LIMIT is a high level concept which can easily applied for ufw, don’t know about default setups of commonly used firewalls.

If someone exposes something like SSH or anything else w/o fail2ban/LIMIT IMHO that is grossly incompetent.

You are totally right, of course firewalls have bugs/errors/miss configurations… BUT … if you are using a Linux firewall, good chances are, that the firewall has been reviewed/attacked/pen tested more often and thoroughly than almost all other services reachable from the internet. So, if I have to choose between a potential attacker first hitting a well tested and maintained firewall software or a MySQL server, which got no love from Orcacle and lives in my distribution as an outdated package, I’ll put my money on the firewall every single time. ;-)

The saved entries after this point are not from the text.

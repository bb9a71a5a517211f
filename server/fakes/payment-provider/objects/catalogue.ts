import { PLANS } from '@server/billing/plans';
import { newObjectId, unixSeconds } from '../ids';

export interface FakeProduct {
  id: string;
  object: 'product';
  active: boolean;
  created: number;
  updated: number;
  default_price: string | null;
  description: string | null;
  images: string[];
  livemode: false;
  marketing_features: { name: string }[];
  metadata: Record<string, string>;
  name: string;
  package_dimensions: null;
  shippable: null;
  tax_code: null;
  type: 'service';
  url: null;
}

export interface FakePrice {
  id: string;
  object: 'price';
  active: boolean;
  billing_scheme: 'per_unit';
  created: number;
  currency: string;
  custom_unit_amount: null;
  livemode: false;
  lookup_key: string | null;
  metadata: Record<string, string>;
  nickname: string | null;
  product: string;
  recurring: { interval: 'month'; interval_count: 1; meter: null; trial_period_days: null; usage_type: 'licensed' };
  tax_behavior: 'unspecified';
  tiers_mode: null;
  transform_quantity: null;
  type: 'recurring';
  unit_amount: number;
  unit_amount_decimal: string;
}

export interface CatalogueEntry {
  productName: string;
  description: string;
  lookupKey: string;
  unitAmountMinor: number;
  currency: string;
}

/** Our plans as a provider account would hold them: one product and one monthly price each. */
export function catalogueFromPlans(): CatalogueEntry[] {
  return Object.values(PLANS).map((plan) => ({
    productName: `Sweepline ${plan.name}`,
    description: plan.summary,
    lookupKey: plan.priceLookupKey,
    unitAmountMinor: plan.monthlyPriceMinor,
    currency: plan.currency,
  }));
}

export function buildProductAndPrice(entry: CatalogueEntry): { product: FakeProduct; price: FakePrice } {
  const created = unixSeconds();
  const productId = newObjectId('prod');
  const price: FakePrice = {
    id: newObjectId('price'),
    object: 'price',
    active: true,
    billing_scheme: 'per_unit',
    created,
    currency: entry.currency,
    custom_unit_amount: null,
    livemode: false,
    lookup_key: entry.lookupKey,
    metadata: {},
    nickname: `${entry.productName} monthly`,
    product: productId,
    recurring: { interval: 'month', interval_count: 1, meter: null, trial_period_days: null, usage_type: 'licensed' },
    tax_behavior: 'unspecified',
    tiers_mode: null,
    transform_quantity: null,
    type: 'recurring',
    unit_amount: entry.unitAmountMinor,
    unit_amount_decimal: String(entry.unitAmountMinor),
  };
  const product: FakeProduct = {
    id: productId,
    object: 'product',
    active: true,
    created,
    updated: created,
    default_price: price.id,
    description: entry.description,
    images: [],
    livemode: false,
    marketing_features: [],
    metadata: {},
    name: entry.productName,
    package_dimensions: null,
    shippable: null,
    tax_code: null,
    type: 'service',
    url: null,
  };
  return { product, price };
}
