describe('without a payment provider', () => {
  let bare: TestContext;
  let bareOrg: OrganisationWithRoles;

  beforeAll(async () => {
    bare = await createTestContext();
    bareOrg = await organisationWithRoles(bare, 'Kestrel Bay Harbour Lab');
  });
  afterAll(async () => {
    await bare?.close();
  });

  it('checkout, portal, invoices and the webhook answer 503 naming the missing settings', async () => {
    const responses = [
      await bareOrg.admin.agent.post('/v1/billing/checkout').send({ planId: 'line' }),
      await bareOrg.admin.agent.post('/v1/billing/portal'),
      await bareOrg.admin.agent.get('/v1/billing/invoices'),
      await request(bare.app).post(WEBHOOK_PATH).set('Content-Type', 'application/json').send('{}'),
    ];
    for (const response of responses) {
      expect(response.status).toBe(503);
      expect(response.headers['content-type']).toMatch(/application\/problem\+json/);
      expect(response.body.code).toBe('billing_not_configured');
      expect(response.body.detail).toMatch(/PAYMENTS_SECRET_KEY/);
      expect(response.body.missingSettings).toEqual(['PAYMENTS_SECRET_KEY', 'PAYMENTS_WEBHOOK_SECRET']);
    }
  });

  it('the catalogue is still served and says billing is unavailable', async () => {
    const response = await bareOrg.owner.agent.get('/v1/billing/plans');
    expect(response.status).toBe(200);
    expect(response.body.billingAvailable).toBe(false);
    expect(response.body.currentPlanId).toBe('bench');
  });
});

describe('quota threshold e-mails to owners and admins', () => {
  const reserve = (deps: TestContext['deps'], organisationId: string) =>
    reserveAnalysis(deps, organisationId, { analysisId: newId('analysis'), audioSeconds: 2 });

  it('sends exactly one e-mail per threshold (80 %, 100 %) to the owners and admins only', async () => {
    const lab = await organisationWithRoles(context, 'Kestrel Bay Line 3');
    await setOrganisationPlan(context.deps, lab.organisationId, { planId: 'bench', limitOverrides: { analysesPerMonth: 5 } });
    const outbox = context.deps.devOutbox!;
    const mailsOfLab = () => outbox.list().filter((email) => email.subject.startsWith('Kestrel Bay Line 3 '));

    // 3 of 5 = 60 %: nothing yet.
    for (let count = 0; count < 3; count += 1) await reserve(context.deps, lab.organisationId);
    await thresholdEmailsSettled();
    expect(mailsOfLab()).toHaveLength(0);

    // 4 of 5 = 80 %, 5 of 5 = 100 %, then refusals over the quota: one mail per threshold, never more.
    await reserve(context.deps, lab.organisationId);
    await reserve(context.deps, lab.organisationId);
    await expect(reserve(context.deps, lab.organisationId)).rejects.toMatchObject({ code: 'quota_exceeded' });
    await thresholdEmailsSettled();

    const mails = mailsOfLab();
    expect(mails.map((email) => email.subject).sort()).toEqual([
      'Kestrel Bay Line 3 has reached its analyses limit on Sweepline',
      'Kestrel Bay Line 3 has used 80\u00a0% of its analyses on Sweepline',
    ]);
    const adminAddresses = [lab.owner.email, lab.admin.email].sort();
    for (const mail of mails) {
      expect([...mail.envelope.rcptTo].sort()).toEqual(adminAddresses);
      expect(mail.text).toContain(`${context.origin}/usage`);
    }
    const eighty = mails.find((email) => email.subject.includes('80'))!;
    // 4 of 5 analyses = 80 % (arithmetic).
    expect(eighty.text).toContain('has used 4 of the 5 of analyses');

    const notices = await context.deps.db
      .select()
      .from(usageThresholdNotices)
      .where(and(eq(usageThresholdNotices.organisationId, lab.organisationId), eq(usageThresholdNotices.quota, 'analyses')));
    expect(notices.map((notice) => notice.thresholdPercent).sort()).toEqual([100, 80]);
    expect(notices.every((notice) => notice.notifiedAt !== null)).toBe(true);
  });

  it('a failing relay is logged, not thrown into the analysis, and the notice stays unmailed', async () => {
    const lab = await organisationWithRoles(context, 'Kestrel Bay Line 4');
    await setOrganisationPlan(context.deps, lab.organisationId, { planId: 'bench', limitOverrides: { analysesPerMonth: 1 } });
    const brokenRelay: Mailer = {
      sendMail: () => Promise.reject(new Error('relay refused the connection')),
      verify: () => Promise.resolve(),
      close: () => undefined,
    };
    const errors: unknown[] = [];
    const logger = Object.assign(Object.create(context.deps.logger), { error: (...args: unknown[]) => errors.push(args) });
    const reservation = await reserve({ ...context.deps, mailer: brokenRelay, logger }, lab.organisationId);
    expect(reservation.charged).toBe(true);
    await thresholdEmailsSettled();
    expect(errors).toHaveLength(2); // 80 % and 100 % of a quota of 1, both crossed by the one analysis
    const notices = await context.deps.db.select().from(usageThresholdNotices).where(eq(usageThresholdNotices.organisationId, lab.organisationId));
    expect(notices.filter((notice) => notice.quota === 'analyses').map((notice) => notice.notifiedAt)).toEqual([null, null]);
  });
});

You’re right. If you don’t open up ports on the machines, you don’t need a firewall to drop the packages to ports that are closed and will drop the packets anyways.

Sorry, hard disagree.

I assume you are assuming: 1.) You know about all open ports at all times, which is usually not the case 2.) There are no bugs/errors in the network stacks or services with open ports (e.g. you assume a port is only available to localhost) 3.) That there are no timing attacks which can easily be mitigated by a firewall 4.) That software one uses does not trigger/start other services transitively which then open ports you are not even aware of w/o constant port scanning

I agree with your point, that a server is a more controlled environment. Even then, as you pointed out, you want to rate limit bad login attempts via firewall/fail2ban etc. for the simple reason, that even a fully updated ssh server might use a weak key (because of errors/bugs in software/hardware during key generation) and to prevent timing attacks etc.

In summary: IMHO it is bad advice to tell people they don’t need a firewall, because it is demonstrably wrong and just confuses people like OP.

Seriously, unless you are extremely specialized and know exactly what you are doing, IMHO the answer is: Always (and even being extremely specialized, I would still enable a firewall. :-P)

Operating systems nowadays are extremely complex with a lot of moving parts. There are security relevant bugs in your network stack and in all applications that you are running. There might be open ports on your computer you did not even think about, and unless you are monitoring 24/7 your local open ports, you don’t know what is open.

First of all, you can never trust other devices on a network. There is no way to know, if they are compromised. You can also never trust the software running on your own computer - just look at CVEs, even without malicious intentions your software is not secure and never will be.

As soon as you are part of a network, your computer is exposed, doesn’t matter if desktop/laptop, and especially for attacking Linux there is a lot of drive by attacks happening 24/7.

Your needs for firewalls mostly depend on your threat model, but just disabling accepting incoming requests is trivial and increases your security by a great margin. Further, setting a rate limit for failed connection attempts for open ports like SSH if you use this services, is another big improvement for security. (… and of course disabling password authentication, YADA YADA)

That said, obviously security has to be seen in context, the only snake oil that I know of are virus scanners, but that’s another story.

People, which claim you don’t need a firewall make at least one of the following wrong assumptions:

• Your software is secure - demonstrably wrong, as proven by CVEs
• You know exactly what is running/reachable on your computer - this might be correct for very small specialized embedded systems, even for them one still must always assume security relevant bugs in software/hardware/drivers

Security is a game, and no usable system can be absolutely secure. With firewalls, you can (hopefully) increase the price for successful attacks, and that is important.